* **Your goal**: From the entries below, count the lines with "rule". Write only the count.
#####
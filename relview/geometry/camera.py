"""Camera projections: pixels <-> directions in the camera's own rest frame.

A direction here is a unit vector *towards the source* with components along the
scene axes; the camera frame's axes are parallel to the scene frame's (a pure boost
links them). Pixel coordinates: x right, y down, from the image's top-left corner,
pixel centres at half-integers.

Each projection is one class in :data:`PROJECTIONS` holding its maths once, as
compiled functions of *centred* image coordinates (x right, y up, in pixels, from the
image centre) and camera-local direction components (along right, up, forward):

* ``setup(width, height, fov_rad)``: the per-image constants, a 4-tuple;
* ``direction(x, y, p)``: pixel -> (lx, ly, lz, valid);
* ``pixel(lx, ly, lz, p)``: direction -> (x, y, valid), valid False where the
  projection has no image of that direction;
* ``solid_angle(x, y, p)``: the pixel's solid angle (steradians).

Every caller (the fused ray-generation kernel, :func:`pixels_to_directions`,
:func:`directions_to_pixels`, :func:`pixel_solid_angle`) reaches them through the
compiled dispatchers ``_setup``, ``_direction``, ``_pixel`` and ``_solid_angle``, which
switch on the projection's integer ``code`` (numba cannot call through a Python
registry, and passing the functions as arguments defeats ``cache=True``).

Adding a projection: one :class:`Projection` subclass with the four functions and its
field-of-view rule, :func:`register` it, and one branch per dispatcher below.

Projections:

* ``pinhole``: rectilinear, horizontal field of view ``fov``;
* ``panorama``: equirectangular full sphere, longitude across the width (centred
  on the view direction), latitude +90 deg (top) to -90 deg (bottom);
* ``fisheye``: equidistant (angle from the axis proportional to the radius), ``fov``
  across the image width, up to 360 deg.
"""

from __future__ import annotations

import numpy as np
from numba import njit, prange

from relview.kinematics.lorentz import boost_matrix
from relview.scene.parts import Camera


class Projection:
    """One camera projection: its name, dispatch code, field-of-view rule and maths.

    ``fov_default`` is used when a scene gives none; ``fov_max`` bounds it (inclusive
    when ``fov_max_inclusive``); ``fov_fixed`` (if not None) is the only field of view
    the projection has, and a scene may not give one.
    """

    name: str
    code: int
    fov_default: float
    fov_max: float
    fov_max_inclusive: bool = False
    fov_fixed: float | None = None
    setup = direction = pixel = solid_angle = None  # compiled functions, see module doc


#: projection name -> its class; codes are the registration order
PROJECTIONS: dict[str, type[Projection]] = {}


def register(cls: type[Projection]) -> type[Projection]:
    """Add a projection class to :data:`PROJECTIONS` (its code must be the next free one)."""
    if cls.code != len(PROJECTIONS) or cls.name in PROJECTIONS:
        raise ValueError(
            f"projection {cls.name!r}: code {cls.code} is not the next free "
            f"one ({len(PROJECTIONS)}) or the name is taken"
        )
    PROJECTIONS[cls.name] = cls
    return cls


def projection(name: str) -> type[Projection]:
    """The registered projection called ``name`` (ValueError naming the known ones)."""
    try:
        return PROJECTIONS[name]
    except KeyError:
        raise ValueError(f"unknown projection {name!r}; known: {', '.join(PROJECTIONS)}") from None


@register
class Pinhole(Projection):
    """Rectilinear: focal length f = (width/2) / tan(fov/2) in pixels."""

    name = "pinhole"
    code = 0
    fov_default = 60.0
    fov_max = 180.0

    @staticmethod
    @njit(cache=True, inline="always")
    def setup(width, height, fov_rad):
        return width, height, (width / 2.0) / np.tan(fov_rad / 2.0), 0.0

    @staticmethod
    @njit(cache=True, inline="always")
    def direction(x, y, p):
        f = p[2]
        r = np.sqrt(x * x + y * y + f * f)
        return x / r, y / r, f / r, True

    @staticmethod
    @njit(cache=True, inline="always", error_model="numpy")
    def pixel(lx, ly, lz, p):
        f = p[2]
        return f * lx / lz, f * ly / lz, lz > 0  # behind the lens: no image

    @staticmethod
    @njit(cache=True, inline="always")
    def solid_angle(x, y, p):
        # dOmega = cos(angle off axis)^3 dA / f^2 for a flat image at distance f
        # (projected area over distance squared, dA cos / R^2 with R = f / cos)
        f = p[2]
        lz = f / np.sqrt(x * x + y * y + f * f)
        return lz * lz * lz / (f * f)


@register
class Panorama(Projection):
    """Equirectangular full sphere: longitude and latitude linear in x and y."""

    name = "panorama"
    code = 1
    fov_default = 360.0
    fov_max = 360.0
    fov_max_inclusive = True
    fov_fixed = 360.0

    @staticmethod
    @njit(cache=True, inline="always")
    def setup(width, height, fov_rad):
        return width, height, 0.0, 0.0

    @staticmethod
    @njit(cache=True, inline="always")
    def direction(x, y, p):
        lon = x / p[0] * 2.0 * np.pi
        lat = y / p[1] * np.pi
        return np.cos(lat) * np.sin(lon), np.sin(lat), np.cos(lat) * np.cos(lon), True

    @staticmethod
    @njit(cache=True, inline="always")
    def pixel(lx, ly, lz, p):
        lon = np.arctan2(lx, lz)
        lat = np.arcsin(min(max(ly, -1.0), 1.0))
        return lon / (2.0 * np.pi) * p[0], lat / np.pi * p[1], True

    @staticmethod
    @njit(cache=True, inline="always")
    def solid_angle(x, y, p):
        # dOmega = cos(lat) dlon dlat (area element of the unit sphere)
        lat = y / p[1] * np.pi
        return (2 * np.pi / p[0]) * (np.pi / p[1]) * np.cos(lat)


@register
class Fisheye(Projection):
    """Equidistant: the angle from the axis grows linearly with the radius in the image."""

    name = "fisheye"
    code = 2
    fov_default = 180.0
    fov_max = 360.0
    fov_max_inclusive = True

    @staticmethod
    @njit(cache=True, inline="always")
    def setup(width, height, fov_rad):
        half = fov_rad / 2.0
        return width, height, half, min(half, np.pi)

    @staticmethod
    @njit(cache=True, inline="always")
    def direction(x, y, p):
        th = np.sqrt(x * x + y * y) / (p[0] / 2.0) * p[2]
        ph = np.arctan2(y, x)
        st = np.sin(th)
        return st * np.cos(ph), st * np.sin(ph), np.cos(th), not th > p[3]

    @staticmethod
    @njit(cache=True, inline="always")
    def pixel(lx, ly, lz, p):
        theta = np.arccos(min(max(lz, -1.0), 1.0))
        phi = np.arctan2(ly, lx)
        r = theta / p[2] * (p[0] / 2.0)
        return r * np.cos(phi), r * np.sin(phi), theta <= p[2]

    @staticmethod
    @njit(cache=True, inline="always")
    def solid_angle(x, y, p):
        # dOmega = sin(theta) dtheta dphi and theta = k r: dOmega = k^2 sin(theta)/theta dA
        # Corners beyond theta = pi (a field near 360 deg) map to no direction: 0 there.
        k = p[2] / (p[0] / 2.0)  # radians per pixel along the radius
        th = np.sqrt(x * x + y * y) * k
        if th > np.pi:
            return 0.0
        if th > 1e-9:
            return k * k * np.sin(th) / th
        return k * k


# The compiled dispatchers: numba resolves module-level names, not class attributes.
_pinhole_setup, _pinhole_direction = Pinhole.setup, Pinhole.direction
_pinhole_pixel, _pinhole_solid_angle = Pinhole.pixel, Pinhole.solid_angle
_panorama_setup, _panorama_direction = Panorama.setup, Panorama.direction
_panorama_pixel, _panorama_solid_angle = Panorama.pixel, Panorama.solid_angle
_fisheye_setup, _fisheye_direction = Fisheye.setup, Fisheye.direction
_fisheye_pixel, _fisheye_solid_angle = Fisheye.pixel, Fisheye.solid_angle


@njit(cache=True, inline="always")
def _setup(code, width, height, fov_rad):
    if code == 0:
        return _pinhole_setup(width, height, fov_rad)
    if code == 1:
        return _panorama_setup(width, height, fov_rad)
    if code == 2:
        return _fisheye_setup(width, height, fov_rad)
    return np.nan, np.nan, np.nan, np.nan  # unknown code: NaN rather than another projection


@njit(cache=True, inline="always")
def _direction(code, x, y, p):
    if code == 0:
        return _pinhole_direction(x, y, p)
    if code == 1:
        return _panorama_direction(x, y, p)
    if code == 2:
        return _fisheye_direction(x, y, p)
    return np.nan, np.nan, np.nan, False


@njit(cache=True, inline="always")
def _pixel(code, lx, ly, lz, p):
    if code == 0:
        return _pinhole_pixel(lx, ly, lz, p)
    if code == 1:
        return _panorama_pixel(lx, ly, lz, p)
    if code == 2:
        return _fisheye_pixel(lx, ly, lz, p)
    return np.nan, np.nan, False


@njit(cache=True, inline="always")
def _solid_angle(code, x, y, p):
    if code == 0:
        return _pinhole_solid_angle(x, y, p)
    if code == 1:
        return _panorama_solid_angle(x, y, p)
    if code == 2:
        return _fisheye_solid_angle(x, y, p)
    return np.nan


def _constants(camera: Camera, width: int, height: int):
    """(code, width, height, fov in radians) as the kernels take them."""
    return (
        projection(camera.projection).code,
        float(width),
        float(height),
        float(np.radians(camera.fov)),
    )


def pixel_grid(width: int, height: int, jitter: np.ndarray | None = None) -> np.ndarray:
    """(H*W, 2) pixel positions (x, y): centres, plus an optional (H*W, 2) offset in [-0.5, 0.5)."""
    ys, xs = np.mgrid[0:height, 0:width]
    px = np.stack([xs.ravel() + 0.5, ys.ravel() + 0.5], axis=-1).astype(float)
    if jitter is not None:
        px = px + jitter
    return px


def pixels_to_directions(camera: Camera, width: int, height: int, pixels: np.ndarray):
    """(N, 2) pixel positions -> ((N, 3) unit directions in the camera frame, (N,) valid)."""
    return scene_directions(camera, width, height, pixels, None)


@njit(parallel=True, cache=True, error_model="numpy")  # a pinhole divides by lz = 0 at 90 deg
def _local_pixels(local, code, width, height, fov_rad):
    n = local.shape[0]
    out = np.empty((n, 2))
    valid = np.empty(n, np.bool_)
    p = _setup(code, width, height, fov_rad)
    for i in prange(n):
        x, y, ok = _pixel(code, local[i, 0], local[i, 1], local[i, 2], p)
        out[i, 0] = x + width / 2.0
        out[i, 1] = height / 2.0 - y
        valid[i] = ok
    return out, valid


def directions_to_pixels(camera: Camera, width: int, height: int, directions: np.ndarray):
    """(N, 3) camera-frame directions -> ((N, 2) pixel positions, (N,) in front of the lens).

    Pixels may lie off the image; ``valid`` is False where the projection has no image
    of that direction (behind a pinhole camera, outside a fisheye's field).
    """
    local = np.asarray(directions, float) @ camera.basis().T  # along right, up, forward
    return _local_pixels(np.ascontiguousarray(local), *_constants(camera, width, height))


@njit(parallel=True, cache=True)
def _pixel_solid_angles(px, code, width, height, fov_rad):
    n = px.shape[0]
    out = np.empty(n)
    p = _setup(code, width, height, fov_rad)
    for i in prange(n):
        out[i] = _solid_angle(code, px[i, 0] - width / 2.0, height / 2.0 - px[i, 1], p)
    return out


def pixel_solid_angle(camera: Camera, width: int, height: int) -> np.ndarray:
    """(H, W) solid angle of each pixel in steradians (camera frame), for point-source splats."""
    om = _pixel_solid_angles(pixel_grid(width, height), *_constants(camera, width, height))
    return om.reshape(height, width)


@njit(parallel=True, cache=True)
def _scene_directions(px, width, height, basis, code, fov_rad, to_scene, aberrate):
    n = px.shape[0]
    out = np.empty((n, 3))
    valid = np.empty(n, np.bool_)
    p = _setup(code, width, height, fov_rad)
    for i in prange(n):
        lx, ly, lz, ok = _direction(code, px[i, 0] - width / 2.0, height / 2.0 - px[i, 1], p)
        valid[i] = ok
        dx = lx * basis[0, 0] + ly * basis[1, 0] + lz * basis[2, 0]
        dy = lx * basis[0, 1] + ly * basis[1, 1] + lz * basis[2, 1]
        dz = lx * basis[0, 2] + ly * basis[1, 2] + lz * basis[2, 2]
        if aberrate:
            # photon 4-momentum (1, -d) in the camera frame, boosted into S
            k0 = to_scene[0, 0] - to_scene[0, 1] * dx - to_scene[0, 2] * dy - to_scene[0, 3] * dz
            k1 = to_scene[1, 0] - to_scene[1, 1] * dx - to_scene[1, 2] * dy - to_scene[1, 3] * dz
            k2 = to_scene[2, 0] - to_scene[2, 1] * dx - to_scene[2, 2] * dy - to_scene[2, 3] * dz
            k3 = to_scene[3, 0] - to_scene[3, 1] * dx - to_scene[3, 2] * dy - to_scene[3, 3] * dz
            dx, dy, dz = -k1 / k0, -k2 / k0, -k3 / k0
        out[i, 0] = dx
        out[i, 1] = dy
        out[i, 2] = dz
    return out, valid


def scene_directions(camera: Camera, width: int, height: int, pixels: np.ndarray, beta_cam=None):
    """(N, 2) pixel positions -> ((N, 3) unit S directions towards the source, (N,) valid).

    The same as :func:`pixels_to_directions` followed by
    :func:`relview.kinematics.lorentz.aberrate_to_scene` with ``beta_cam`` (None or zero: no
    aberration), fused into one compiled loop.
    """
    beta = np.zeros(3) if beta_cam is None else np.asarray(beta_cam, float)
    aberrate = bool(np.any(beta))
    to_scene = boost_matrix(-beta)
    code, w, h, fov_rad = _constants(camera, width, height)
    return _scene_directions(
        np.ascontiguousarray(pixels, dtype=np.float64),
        w,
        h,
        camera.basis(),
        code,
        fov_rad,
        to_scene,
        aberrate,
    )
#####
* **Exercise answer**: 2